ABR (a.k.a. BSEP, BSER, BAEP, etc.) is used for monitoring of the acoustic nerve during acoustic neuroma and brainstem tumor resections.

==Licensure, certification, credentialing, and evidence==
In the US, IONM licensure has not been legislated at the state or federal level. Issues of licensure are discussed in ASET's 68-page white paper on occupational regulation. Worldwide, there are at least two private certifications available: CNIM (Certified in Neurophysiological Intraoperative Monitoring) and D.ABNM (Diplomate of the American Board of Neurophysiological Monitoring). Though not governmentally regulated, certain health care facilities have internal regulations pertaining to neuromonitoring certifications (see below). The CNIM is a more widely known credential throughout the United States.
The Certification for Neurophysiological Intraoperative Monitoring (CNIM) is awarded by the American Board of Electroencephalographic and Evoked Potential Technologists. As of 2010, minimum requirements include 1) a B.A., B.S. [Path 2] 2) R.EP.T or R.EEG.T Credential [Path 1] 3) A minimum of 150 surgeries. Path 1 is a 200 question exam costing $600. Path 2 is a 250-question exam. A 4-hour multiple-choice computer-based exam is offered twice a year. Currently, there are a little over 3500 board certified clinicians.

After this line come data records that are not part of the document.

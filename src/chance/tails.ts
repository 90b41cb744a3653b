import { logBinomialDensity, logPoissonDensity } from './discrete-densities.js';
import { log1mExp } from './log-space.js';

/**
 * Tail probabilities of the Poisson and binomial laws, as natural logs.
 *
 * The smaller tail is summed term by term from its first density (Loader 2000,
 * discrete-densities.ts) with the ratio P(j+1)/P(j) = mean / (j + 1) (Poisson) or
 * (n - j) p / ((j + 1) q) (binomial), until the
 * terms fall below 1e-17 of the sum; the larger tail is its complement in log space. All
 * terms are positive, so the sum keeps about 12 digits; the cost is the number of terms,
 * about 9 standard deviations at the centre and fewer further out.
 *
 * Libraries tried first and rejected against scipy.stats and mpmath (test/chance/tails.test.ts):
 * @stdlib/math-base-special-gammainc 0.3.1 and betainc 0.2.3 are off by about 1% near the
 * centre of Poisson(1e4) and Binomial(1e9, 1/2); lib-r-math.js 2.0.3 pbinom is off by 4e-5
 * at Binomial(1e9, 1e-5) and by 2e-3 in the far tail of Binomial(1e6, 1/2), and its ppois
 * by 24% at P(Poisson(1e8) >= 1e8 + 8 sd).
 */

/** log of the sum of Poisson densities from k outward (up when `upward`), largest first. */
function logPoissonRun(k: number, mean: number, upward: boolean): number {
  const first = logPoissonDensity(k, mean);
  if (first === -Infinity) return -Infinity;
  let sum = 1;
  let term = 1;
  if (upward) {
    for (let j = k + 1; ; j++) {
      term *= mean / j;
      sum += term;
      if (term < sum * 1e-17) break;
    }
  } else {
    for (let j = k; j > 0; j--) {
      term *= j / mean;
      sum += term;
      if (term < sum * 1e-17) break;
    }
  }
  return first + Math.log(sum);
}

/**
 * log P(Y <= k), Y ~ Poisson(mean). Summed when k is below the mean, else the complement
 * of the upper tail. O(terms). Example: logPoissonAtMost(0, 2) = -2.
 */
export function logPoissonAtMost(k: number, mean: number): number {
  if (k < 0) return -Infinity;
  if (mean === 0) return 0;
  if (k < mean) return logPoissonRun(k, mean, false);
  return log1mExp(logPoissonRun(k + 1, mean, true));
}

/**
 * log P(Y >= k), Y ~ Poisson(mean). Summed when k is above the mean, else the complement.
 * O(terms). Example: logPoissonAtLeast(1, 2) = log(1 - e^-2).
 */
export function logPoissonAtLeast(k: number, mean: number): number {
  if (k <= 0) return 0;
  if (mean === 0) return -Infinity;
  if (k > mean) return logPoissonRun(k, mean, true);
  return log1mExp(logPoissonRun(k - 1, mean, false));
}

/** log of the sum of binomial densities from k outward (up when `upward`), largest first. */
function logBinomialRun(k: number, trials: number, share: number, upward: boolean): number {
  const first = logBinomialDensity(k, trials, share);
  if (first === -Infinity) return -Infinity;
  const odds = share / (1 - share);
  let sum = 1;
  let term = 1;
  if (upward) {
    for (let j = k; j < trials; j++) {
      term *= ((trials - j) / (j + 1)) * odds;
      sum += term;
      if (term < sum * 1e-17) break;
    }
  } else {
    for (let j = k; j > 0; j--) {
      term *= j / (trials - j + 1) / odds;
      sum += term;
      if (term < sum * 1e-17) break;
    }
  }
  return first + Math.log(sum);
}

/**
 * log P(X >= k), X ~ Binomial(trials, share). Summed when k is above the mean, else the
 * complement of the lower tail. O(terms). Example: logBinomialAtLeast(1, 2, 0.5) = log(0.75).
 */
export function logBinomialAtLeast(k: number, trials: number, share: number): number {
  if (k <= 0) return 0;
  if (k > trials || share === 0) return -Infinity;
  if (share === 1) return 0;
  if (k > trials * share) return logBinomialRun(k, trials, share, true);
  return log1mExp(logBinomialRun(k - 1, trials, share, false));
}

/**
 * log P(X <= k), X ~ Binomial(trials, share). Summed when k is below the mean, else the
 * complement of the upper tail. O(terms). Example: logBinomialAtMost(0, 2, 0.5) = log(0.25).
 */
export function logBinomialAtMost(k: number, trials: number, share: number): number {
  if (k < 0) return -Infinity;
  if (k >= trials || share === 0) return 0;
  if (share === 1) return -Infinity;
  if (k < trials * share) return logBinomialRun(k, trials, share, false);
  return log1mExp(logBinomialRun(k + 1, trials, share, true));
}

Audiologists may received board certification in neurophysiological intraoperative monitoring via AABIOM. The exam has 200 multiple choice questions covering 6 areas: Anesthesia, Neuroscience, Instrumentation, Electro-physiology, Human physiology / anatomy, Surgical Applications.

There are several organisations that certify MDs in the field including the American Clinical Neurophysiology Society (www.acns.org) and the American Board of Electrodiagnostic Medicine. The optimal practice model is under discussion at the present time (2013) as is the relevant qualifications for supervision.

Outside the US there many different styles of IOM.

The evidence-based support for IOM is growing. There is a debate over whether IOM required controlled studies such as randomized trials, or whether expert consensus suffices.